Selene looked too and we paused for the man, who gave us a quick, dismissive glance, easily accepting that he should go before us. His uniform was the German feldgrau—field gray, but with tones of green to blend into a battlefield — and his shoulder boards each had two pips. A full colonel. He also wore a Pickelhaube, the ridiculous, black, polished-leather spiked helmet that sat up over the ears protecting very little except the feelings of inadequacy of the officer beneath it. Did I feel Selene tense up a bit beside me? These were her guys. These were the guys I had to deal with.
The tin-pot Hun did a sharp right face in front of us and a guy was coming out of the hotel with the same beefy face but wearing a three-piece tweed suit and a matching Alpine hat. The man in the suit stiffened and paused and shot a crisp salute at the uniform, who saluted in return. The one disappeared into the hotel and the other turned to his right, heading up the Rue des Petits-Champs. The colonel was returning from a night on duty or a high-level early staff meeting, perhaps at the German embassy just up the street. The lesser officer in mufti was off duty. The Huns were dressing down to civies to keep a low public profile.

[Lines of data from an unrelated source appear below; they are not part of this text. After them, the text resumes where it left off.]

"""The sizing sheet of a lift beside what its run gave: closed forms left, simulation right.

The closed forms are those of `chainsim.analysis.sizing`; a simulated value stands beside a row
where the run has one of the same meaning: means of steady running, eigenvalues at rest.
"""

from __future__ import annotations

import math
from collections.abc import Callable
from contextlib import suppress
from typing import Any, NamedTuple

import numpy as np

from chainsim.analysis.chain_motion import ripple
from chainsim.analysis.ride import carried_balls
from chainsim.analysis.sizing import Row, sizing_sheet
from chainsim.analysis.survey import Survey, survey
from chainsim.analysis.tensions import strand_ends
from chainsim.errors import ChainsimError, RecordingError
from chainsim.model.tangents import route
from chainsim.model.wheels import chain_pitch, down_of, wheels_of
from chainsim.report.text import findings_of, quantity
from chainsim.units import format_si


class SizingRow(NamedTuple):
    """One quantity, worked out two ways.

    Attributes
    ----------
    name : str
        What it is.
    closed_form, simulated : str
        Both values with their unit; ``"–"`` where one does not exist.
    source : str
        Formula of the closed form.
    remark : str
        What the closed form means or leaves out.
    """

    name: str
    closed_form: str
    simulated: str
    source: str
    remark: str


def sizing_rows(rec: Any) -> list[SizingRow]:
    """Return the sizing sheet of a recorded lift.

    Parameters
    ----------
    rec : Recording
        The run.

    Returns
    -------
    list of SizingRow
        Empty where the layout has no closed form.
    """
    s = survey(rec)
    try:
        path = route(wheels_of(s.scenario), chain_pitch(s.scenario), down_of(s.scenario))
        sheet = sizing_sheet(s.scenario, path, len(s["geometry/pitch"]))
    except ChainsimError:
        return []
    beside = simulated_values(s)
    return [
        SizingRow(row.name, row.text, simulated_text(row, beside), row.source, row.note)
        for row in sheet
    ]


def simulated_text(row: Row, beside: dict[str, float]) -> str:
    """Return the simulated value of a row with its unit, a dash where there is none.

    Parameters
    ----------
    row : Row
        Row of the sizing sheet.
    beside : dict of str to float
        Simulated values by the name of their row [SI].
    """
    value = beside.get(row.name, math.nan)
    if not math.isfinite(value):
        return "–"
    return format_si(value, row.kind) if row.kind else f"{value:.3g}"


def simulated_values(s: Survey) -> dict[str, float]:
    """Return what the run gave, by the name of the row of the sizing sheet that it belongs to.

    Parameters
    ----------
    s : Survey
        The recording.

    Returns
    -------
    dict of str to float
        Values [SI]; NaN where nothing ran steadily, missing where it was not recorded.
    """
    values: dict[str, float] = {}
    for part in (drive_values, peak_values, speed_values, strand_values, mode_values):
        with suppress(RecordingError):
            values |= part(s)
    return values


def drive_values(s: Survey) -> dict[str, float]:
    """Return what the drive did in steady running, and the balls aboard."""
    driven = s.sprocket_names.index(s.scenario.drive.sprocket)
    return {
        "tooth rate": s.tooth_rate,
        "speed of the driven sprocket": mean_of(s, "sprockets/rate", lambda v: v[:, driven]),
        "mean torque on the driven sprocket": abs(mean_of(s, "drive/torque")),
        "current": mean_of(s, "drive/current"),
        "balls on the carrying strand": balls_aboard(s),
    }


def peak_values(s: Survey) -> dict[str, float]:
    """Return the peak tension as a share of what a link may carry [dimensionless]."""
    peak = s.extremes.get("link_tension")
    if peak is None:
        return {}
    return {"greatest tension over the allowable": peak.value / s.scenario.chain.allowable_tension}


def speed_values(s: Survey) -> dict[str, float]:
    """Return the ripple of the chain speed [dimensionless]."""
    found = ripple(s)
    name = f"speed variation from {s.scenario.drive.sprocket}"
    return {name: found.peak_to_peak} if found else {}


def strand_values(s: Survey) -> dict[str, float]:
    """Return the mean tensions at both ends of every strand [N]."""
    values = {}
    for k, strand in enumerate(s.strands):
        ends = strand_ends(s, k)
        leaves, meets = s.sprocket_names[strand.start], s.sprocket_names[strand.end]
        values[f"tension of {strand.name} leaving {leaves}"] = steady_mean(s, ends.start)
        values[f"tension of {strand.name} meeting {meets}"] = steady_mean(s, ends.end)
    return values


def mode_values(s: Survey) -> dict[str, float]:
    """Return the first frequencies of the strands and of a take-up at rest [Hz]."""
    values: dict[str, float] = {}
    for mode in s.rec.modes:
        if mode.kind.startswith("take-up "):
            values.setdefault("take-up bouncing on the chain", float(mode.frequency))
        elif mode.kind.startswith("strand ") and mode.kind.endswith(" 1"):
            name = mode.kind.removeprefix("strand ").removesuffix(" 1")
            values.setdefault(f"first frequency of {name}", float(mode.frequency))
    return values


def balls_aboard(s: Survey) -> float:
    """Return the mean number of balls carried in steady running [dimensionless]."""
    carried = carried_balls(s)
    held = s.channel("carriers/loaded")
    if not carried.any() and held is not None:
        return steady_mean(s, held.sum(axis=1))
    return steady_mean(s, carried.sum(axis=1))


def mean_of(s: Survey, name: str, part: Callable = lambda values: values) -> float:
    """Return the mean of a channel, or a part of it, in steady running; NaN where it is missing.

    Parameters
    ----------
    s : Survey
        The recording.
    name : str
        Path of the channel.
    part : callable
        Takes its values, returns those of shape (n_samples,).
    """
    values = s.channel(name)
    return math.nan if values is None else steady_mean(s, part(values))


def steady_mean(s: Survey, values: np.ndarray) -> float:
    """Return the mean over steady running, NaN where there is none.

    Parameters
    ----------
    s : Survey
        The recording.
    values : ndarray, shape (n_samples,)
        In any unit.
    """
    chosen = np.asarray(values, dtype=float)[s.is_steady]
    chosen = chosen[np.isfinite(chosen)]
    return float(chosen.mean()) if chosen.size else math.nan


def delivered_text(rec: Any) -> str:
    """Return the rate at which balls were delivered, as a sentence."""
    found = next((f for f in findings_of(rec) if f.name == "rate_met"), None)
    if found is None or found.value is None:
        return ""
    return f"The run delivered {quantity(found.value, found.unit)}."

Which meant privately they were working hard to control the Turkish government.
Selene and I followed the colonel into the marble entrance foyer and we checked in at the front desk, which was off to one side. I half expected further instructions to be waiting for me, but there was nothing. We went up the short staircase at the back of the foyer and stepped into the vast central space that lifted your chest like a cathedral or a major mosque. This was the grand Kubbeli Salon, with six domes floating fifty feet overhead, though secular domes, profusions of circular glass panes — the Western quarter’s architectural nod to the religious big business down the hill and across the Bosporus on the Golden Triangle of Stamboul. At the north end of the space were double doors. We passed through them and stood before a mahogany electric elevator car whose portal was an abrupt departure from all the neoclassicism: its cast-iron gate was an open-web facade of violent art nouveau curves.
The door clanged behind us. The operator opened the circuit, and we rose, the tops of the six domes soon appearing below us, becoming the faux floor of an atrium rimmed by four levels of rooms, the passageways balustraded by more art nouveau iron. We arrived at the top and we stood before her room, mine just a little farther along.